How to make a big bass

For bass sounds there are two options i use nowadays. One is to use a vsti such as Trillian or Massive, and the other is using samples or loops.

Loops are self explanatory and there are some amazing packs you can find full of cool stuff to cut up and make your own.

Trillian is amazing for live bass and synth bass, and Massive is superb for filthy bass literally right out the box. Both compromise of two oscillators & incredibly flexible routing (i.e where you send the audio signal) options, which provide perfect starting points to creating your own sounds, and an in depth level of control over the huge amount of presets they have. (Obviously they can do a whole lot more, but these are the two main reasons i use them)

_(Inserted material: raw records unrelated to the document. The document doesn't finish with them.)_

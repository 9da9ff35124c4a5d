// The demo scenario: two invented neighbouring water districts, their staff, testers, sites,
// owners and assemblies, and four years of test history graded by lib/rules. Deterministic:
// the same seed and anchor date give the same rows. Demo data only.
import { hash } from "@node-rs/argon2";
import type { Database } from "@/db/client";
import * as t from "@/db/schema";
import { programRulesFromSettings, ruleSetForEdition } from "@/lib/programs/settings";
import { storeGrade } from "@/lib/reports/grade-storage";
import { readingsRowFromInput } from "@/lib/reports/readings-row";
import {
  addDays,
  addMonths,
  checkReportValidity,
  deriveAssemblyFacts,
  detectSuspiciousSignalsInBatch,
  dueDateAfterPass,
  gradeReport,
  readingFingerprint,
  type AssemblyKind,
  type BatchSignalReport,
  type FieldTestInput,
  type Hazard,
  type ProgramRules,
  type RuleSet,
} from "@/lib/rules";
import { DEMO_PASSWORD, demoAccounts } from "./demo-accounts";
import { seedDemoOwner } from "./demo-owner";
import { businessWords, companyNames, facilityTypes, firstNames, kitMakers, lastNames, locations, makers, streetNames } from "./names";
import { createRandom } from "./random";
import { failureModeFor, generateReadings, inKilopascals } from "./readings";

export interface DemoOptions {
  /** "Today" of the scenario; the history ends here. */
  anchor: string;
  seed?: number;
  log?: (line: string) => void;
}

type Insertable<T extends { $inferInsert: unknown }> = T["$inferInsert"];

const PROGRAM_TZ = "Etc/GMT+6";
const PROGRAM_OFFSET = "-06:00";

interface ProgramPlan {
  id: number;
  slug: string;
  name: string;
  shortName: string;
  prefix: string;
  town: string;
  domain: string;
  siteCount: number;
  units: "psid" | "kPa";
  dueModel: "anniversary" | "window";
  rules: ProgramRules;
  ruleSet: RuleSet;
  inspectors: number[];
}

interface TesterPlan {
  id: number;
  name: string;
  email: string;
  company: string | null;
  companyId: number | null;
  programIds: number[];
  certBody: string;
  certNumber: string;
  certIssuedOn: string;
  certExpiresOn: string;
  certificationId: number;
  kits: { id: number; make: string; model: string; serial: string; lastVerifiedOn: string }[];
  /** No tests after this date (expired certificate or overdue kit). */
  activeUntil: string;
}

const now = () => new Date();

async function insertChunked<T>(rows: T[], insert: (chunk: T[]) => Promise<unknown>, size = 500): Promise<void> {
  for (let i = 0; i < rows.length; i += size) await insert(rows.slice(i, i + size));
}

function localDateTime(date: string, minutes: number): Date {
  // Wall-clock time in the program's zone, stored as the naive local datetime the tester typed.
  const h = Math.floor(minutes / 60);
  const m = minutes % 60;
  return new Date(`${date}T${String(h).padStart(2, "0")}:${String(m).padStart(2, "0")}:00Z`);
}

function isoWithOffset(date: string, minutes: number): string {
  const h = Math.floor(minutes / 60);
  const m = minutes % 60;
  return `${date}T${String(h).padStart(2, "0")}:${String(m).padStart(2, "0")}:00${PROGRAM_OFFSET}`;
}

function utcInstant(date: string, minutes: number): Date {
  return new Date(isoWithOffset(date, minutes));
}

For live bass i’ve not heard anything as good as Trillian, which accurately replicates playing all manner of live basses, with the various nuances of playing a a real bass. They also do synth bass incredibly well as does massive, and its pretty easy to find the sound you’re after or create it from scratch. If you want to create it from scratch then here’s pretty useful tutorial from squidoo – or check out the or the one from Diigo Stacco on the how to make a synth from scratch.

Once you’ve created the sound you want, we then want to make a bassline, which we can either play in manually and / or (in the instance of synth bass) use 3 main parameters LFO, Filter, and Envelopes to make it really move.

If you’ve never heard of these parameters then a way to liken them to sound would be that the Lfo sounds like wom wom, the filter growls or does that dj effect thing, and the envelope is on off. Obviously really over-simplified, but if you never used them that might hopefully give a good ball park idea.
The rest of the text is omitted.